*Assignment*
Using the data that follows, return exactly the lines from the one that contains "u := uint64(d) + laneBias" through the one that contains "if (num*expDen)%den != 0", ends included.

*Input data*
◇ ◇ ◇ ◇ ◇ ◇ ◇
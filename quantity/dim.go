package quantity

import (
	"strconv"
)

// Base names one of the seven SI base dimensions, in ISO 80000-1 order.
type Base uint8

// The seven base dimensions of the International System of Quantities,
// in the order ISO 80000-1 lists them.
const (
	BaseL     Base = iota // length, L
	BaseM                 // mass, M
	BaseT                 // time, T
	BaseI                 // electric current, I
	BaseTheta             // thermodynamic temperature, Θ
	BaseN                 // amount of substance, N
	BaseJ                 // luminous intensity, J
	NumBases  = 7         // number of base dimensions
)

var baseSymbol = [NumBases]string{"L", "M", "T", "I", "Θ", "N", "J"}
var baseSymbolASCII = [NumBases]string{"L", "M", "T", "I", "Th", "N", "J"}
var baseUnit = [NumBases]string{"m", "kg", "s", "A", "K", "mol", "cd"}

// unitOrder is the order in which base units are written in the SI
// base-unit form: kg first, as in kg·m⁻¹·s⁻².
var unitOrder = [NumBases]Base{BaseM, BaseL, BaseT, BaseI, BaseTheta, BaseN, BaseJ}

// String returns the ISO 80000 dimension symbol of b ("L", "M", …, "Θ").
func (b Base) String() string {
	if b >= NumBases {
		return "Base(" + strconv.Itoa(int(b)) + ")"
	}
	return baseSymbol[b]
}

// Unit returns the symbol of the SI base unit of b ("m", "kg", …).
func (b Base) Unit() string {
	if b >= NumBases {
		return b.String()
	}
	return baseUnit[b]
}

// expDen is the denominator in which Dim stores exponents: every exponent
// is a whole number of sixths, which holds halves and thirds exactly.
const expDen = 6

// MaxExp and MinExp bound the exponents a Dim can hold, in sixths:
// from −128/6 = −21⅓ to 127/6 = 21⅙.
const (
	maxExpSixths = 127
	minExpSixths = -128
)

// Dim is a physical dimension: the product of the seven SI base
// dimensions, each raised to a rational exponent. Exponents are held
// exactly as whole numbers of sixths (so L^(1/2), T^(1/3) and M^(5/6) are
// exact), over −21⅓ … 21⅙. An operation whose result would fall outside
// that range, or whose exponent is not a whole number of sixths, reports
// an *Error of class ErrDimension; nothing wraps.
//
// Dim is a small comparable value: == compares dimensions and a Dim can be
// a map key. The zero Dim is dimensionless (dimension one).
//
// The integer holds the exponents e₀…e₆ (in sixths, each in −128…127) as
// Σ eₖ·2^(9k), modulo 2⁶⁴. The encoding is linear, so the dimension of a
// product is the sum of the encodings and of a quotient their difference;
// and it is one-to-one, so == compares dimensions. Build dimensions with
// the kinds (Length, Pressure, …), NewDim, DimOf, ParseDim and the
// methods; converting an arbitrary integer to a Dim is not meaningful.
type Dim uint64

// Dimensionless is the dimension one, the zero Dim.
const Dimensionless Dim = 0

const (
	laneBits = 9
	// laneBias, added to an encoding, makes every in-range lane a
	// non-negative 8-bit number with bit 8 clear.
	laneBias = 128 * (1 | 1<<9 | 1<<18 | 1<<27 | 1<<36 | 1<<45 | 1<<54)
	// laneGuard selects bit 8 of every lane: after adding laneBias it is
	// set exactly in the lowest lane that left −128…127, so a nonzero
	// (bits+laneBias)&laneGuard reports an overflow.
	laneGuard = 256 * (1 | 1<<9 | 1<<18 | 1<<27 | 1<<36 | 1<<45 | 1<<54)
)

// lanes decodes the seven exponents, in sixths.
func (d Dim) lanes() (e [NumBases]int8) {
	u := uint64(d) + laneBias
	for k := range e {
		e[k] = int8(int((u>>(laneBits*k))&0x1ff) - 128)
	}
	return e
}

func encode(e [NumBases]int8) Dim {
	var x uint64
	for k, v := range e {
		x += uint64(int64(v) << (laneBits * k))
	}
	return Dim(x)
}

// lane decodes the exponent of base b, in sixths.
func (d Dim) lane(b Base) int8 {
	return int8(int(((uint64(d)+laneBias)>>(laneBits*uint(b)))&0x1ff) - 128)
}

// add returns d+o lane-wise and whether every lane stayed in range.
func (d Dim) add(o Dim) (Dim, bool) {
	s := uint64(d) + uint64(o)
	return Dim(s), (s+laneBias)&laneGuard == 0
}

// sub returns d−o lane-wise and whether every lane stayed in range.
func (d Dim) sub(o Dim) (Dim, bool) {
	s := uint64(d) - uint64(o)
	return Dim(s), (s+laneBias)&laneGuard == 0
}

// DimOf returns the dimension of base b raised to num/den.
func DimOf(b Base, num, den int) (Dim, error) {
	if b >= NumBases {
		return Dim(0), &Error{Op: "build a dimension", Reason: "base " + strconv.Itoa(int(b)) + " does not exist", Class: ErrDimension}
	}
	s, err := sixths(num, den)
	if err != nil {
		return Dim(0), err
	}
	var e [NumBases]int8
	e[b] = s
	return encode(e), nil
}

// NewDim returns the dimension L^l M^m T^t I^i Θ^th N^n J^j with whole
// exponents. It reports an *Error of class ErrDimension if an exponent is
// out of range.
func NewDim(l, m, t, i, th, n, j int) (Dim, error) {
	var e [NumBases]int8
	for k, x := range [NumBases]int{l, m, t, i, th, n, j} {
		s, err := sixths(x, 1)
		if err != nil {
			return Dim(0), err
		}
		e[k] = s
	}
	return encode(e), nil
}

// MustDim is like NewDim but panics if the exponents are out of range. It
// is meant for package-level declarations.
func MustDim(l, m, t, i, th, n, j int) Dim {
	d, err := NewDim(l, m, t, i, th, n, j)
	if err != nil {
		panic(err)
	}
	return d
}

func sixths(num, den int) (int8, error) {
	if den == 0 {
		return 0, &Error{Op: "build a dimension", Reason: "exponent " + strconv.Itoa(num) + "/0 has a zero denominator", Class: ErrDimension}
	}
	if (num*expDen)%den != 0 || num > 1<<20 || num < -(1<<20) {
		return 0, &Error{Op: "build a dimension", Reason: "exponent " + ratText(num, den) + " is not a whole number of sixths", Class: ErrDimension}
	}
	s := num * expDen / den
	if s > maxExpSixths || s < minExpSixths {
		return 0, &Error{Op: "build a dimension", Reason: "exponent " + ratText(num, den) + " is outside −21⅓ … 21⅙", Class: ErrDimension}
	}
	return int8(s), nil
}

// Sixths returns the exponent of base b in d in sixths (so L^(1/2) gives 3).
func (d Dim) Sixths(b Base) int {
	if b >= NumBases {
		return 0
	}
	return int(d.lane(b))
}

// IsDimensionless reports whether d is the dimension one.
func (d Dim) IsDimensionless() bool { return d == 0 }

// Mul returns the dimension of a product d·o.
func (d Dim) Mul(o Dim) (Dim, error) {
	r, ok := d.add(o)
	if !ok {
		return Dim(0), &Error{Op: "multiply", Dims: [2]Dim{d, o}, Binary: true, Reason: "an exponent overflows", Class: ErrDimension}
	}
	return r, nil
}

// Div returns the dimension of a quotient d/o.
func (d Dim) Div(o Dim) (Dim, error) {
	r, ok := d.sub(o)
	if !ok {
		return Dim(0), &Error{Op: "divide", Dims: [2]Dim{d, o}, Binary: true, Reason: "an exponent overflows", Class: ErrDimension}
	}
	return r, nil
}

// Inv returns the dimension of 1/d.
func (d Dim) Inv() (Dim, error) {
	return Dimensionless.Div(d)
}

// Pow returns d raised to num/den. It reports an *Error of class
// ErrDimension when a resulting exponent is not a whole number of sixths
// or is out of range.
func (d Dim) Pow(num, den int) (Dim, error) {
	if den == 0 {
		return Dim(0), &Error{Op: "raise %s to a power", Dims: [2]Dim{d}, Reason: "exponent " + strconv.Itoa(num) + "/0 has a zero denominator", Class: ErrDimension}
	}
	if num == den {
		return d, nil
	}
	in := d.lanes()
	var out [NumBases]int8
	for b, v := range in {
		e := int64(v) * int64(num)
		if e%int64(den) != 0 {
			return Dim(0), &Error{Op: "raise %s to the power " + ratText(num, den), Dims: [2]Dim{d}, Reason: "the exponent of " + Base(b).String() + " would not be a whole number of sixths", Class: ErrDimension}
		}
		e /= int64(den)
		if e > maxExpSixths || e < minExpSixths {
			return Dim(0), &Error{Op: "raise %s to the power " + ratText(num, den), Dims: [2]Dim{d}, Reason: "the exponent of " + Base(b).String() + " overflows", Class: ErrDimension}
		}
		out[b] = int8(e)
	}
	return encode(out), nil
}

// spelling is one way of writing a Dim.
type spelling struct {
	order   [NumBases]Base
	symbols *[NumBases]string
	sep     string
	sup     bool // Unicode superscripts rather than ^n
}

var (
	isoOrder      = [NumBases]Base{BaseL, BaseM, BaseT, BaseI, BaseTheta, BaseN, BaseJ}
	spellISO      = spelling{isoOrder, &baseSymbol, " ", true}
	spellISOASCII = spelling{isoOrder, &baseSymbolASCII, " ", false}
	spellSI       = spelling{unitOrder, &baseUnit, "·", true}
	spellSIASCII  = spelling{unitOrder, &baseUnit, " ", false}
)

func (d Dim) spell(sp spelling) string {
	var buf [NumBases]Factor
	p := Product(buf[:0])
	for _, b := range sp.order {
		if e := d.Exponent(b); !e.IsZero() {
			p = append(p, Factor{sp.symbols[b], e})
		}
	}
	style := ASCII
	if sp.sup {
		style = Unicode
	}
	return p.Format(style, Inline, sp.sep)
}

// String returns the ISO 80000 dimension form, base symbols in ISO order
// separated by spaces with Unicode superscripts: "L⁻¹ M T⁻²". Fractional
// exponents are written in parentheses, "L^(-1/2) M T⁻²"; the dimension one
// is "1".
func (d Dim) String() string { return d.spell(spellISO) }

// ASCII returns the ISO dimension form in ASCII: "L^-1 M T^-2", with Θ
// written "Th".
func (d Dim) ASCII() string { return d.spell(spellISOASCII) }

// SIUnit returns d written in SI base units with a middle dot and Unicode
// superscripts, kg first: "kg·m⁻¹·s⁻²". The dimension one is "1".
func (d Dim) SIUnit() string { return d.spell(spellSI) }

// SIUnitASCII returns d in SI base units in ASCII, for logs and CSV
// headers: "kg m^-1 s^-2".
func (d Dim) SIUnitASCII() string { return d.spell(spellSIASCII) }

// ratText writes num/den in lowest terms, as Rat writes it.
func ratText(num, den int) string {
	if den == 0 {
		return strconv.Itoa(num) + "/0"
	}
	return norm(int64(num), int64(den)).String()
}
◇ ◇ ◇ ◇ ◇ ◇ ◇
*Solution for this exercise*
	u := uint64(d) + laneBias
	for k := range e {
		e[k] = int8(int((u>>(laneBits*k))&0x1ff) - 128)
	}
	return e
}

func encode(e [NumBases]int8) Dim {
	var x uint64
	for k, v := range e {
		x += uint64(int64(v) << (laneBits * k))
	}
	return Dim(x)
}

// lane decodes the exponent of base b, in sixths.
func (d Dim) lane(b Base) int8 {
	return int8(int(((uint64(d)+laneBias)>>(laneBits*uint(b)))&0x1ff) - 128)
}

// add returns d+o lane-wise and whether every lane stayed in range.
func (d Dim) add(o Dim) (Dim, bool) {
	s := uint64(d) + uint64(o)
	return Dim(s), (s+laneBias)&laneGuard == 0
}

// sub returns d−o lane-wise and whether every lane stayed in range.
func (d Dim) sub(o Dim) (Dim, bool) {
	s := uint64(d) - uint64(o)
	return Dim(s), (s+laneBias)&laneGuard == 0
}

// DimOf returns the dimension of base b raised to num/den.
func DimOf(b Base, num, den int) (Dim, error) {
	if b >= NumBases {
		return Dim(0), &Error{Op: "build a dimension", Reason: "base " + strconv.Itoa(int(b)) + " does not exist", Class: ErrDimension}
	}
	s, err := sixths(num, den)
	if err != nil {
		return Dim(0), err
	}
	var e [NumBases]int8
	e[b] = s
	return encode(e), nil
}

// NewDim returns the dimension L^l M^m T^t I^i Θ^th N^n J^j with whole
// exponents. It reports an *Error of class ErrDimension if an exponent is
// out of range.
func NewDim(l, m, t, i, th, n, j int) (Dim, error) {
	var e [NumBases]int8
	for k, x := range [NumBases]int{l, m, t, i, th, n, j} {
		s, err := sixths(x, 1)
		if err != nil {
			return Dim(0), err
		}
		e[k] = s
	}
	return encode(e), nil
}

// MustDim is like NewDim but panics if the exponents are out of range. It
// is meant for package-level declarations.
func MustDim(l, m, t, i, th, n, j int) Dim {
	d, err := NewDim(l, m, t, i, th, n, j)
	if err != nil {
		panic(err)
	}
	return d
}

func sixths(num, den int) (int8, error) {
	if den == 0 {
		return 0, &Error{Op: "build a dimension", Reason: "exponent " + strconv.Itoa(num) + "/0 has a zero denominator", Class: ErrDimension}
	}
	if (num*expDen)%den != 0 || num > 1<<20 || num < -(1<<20) {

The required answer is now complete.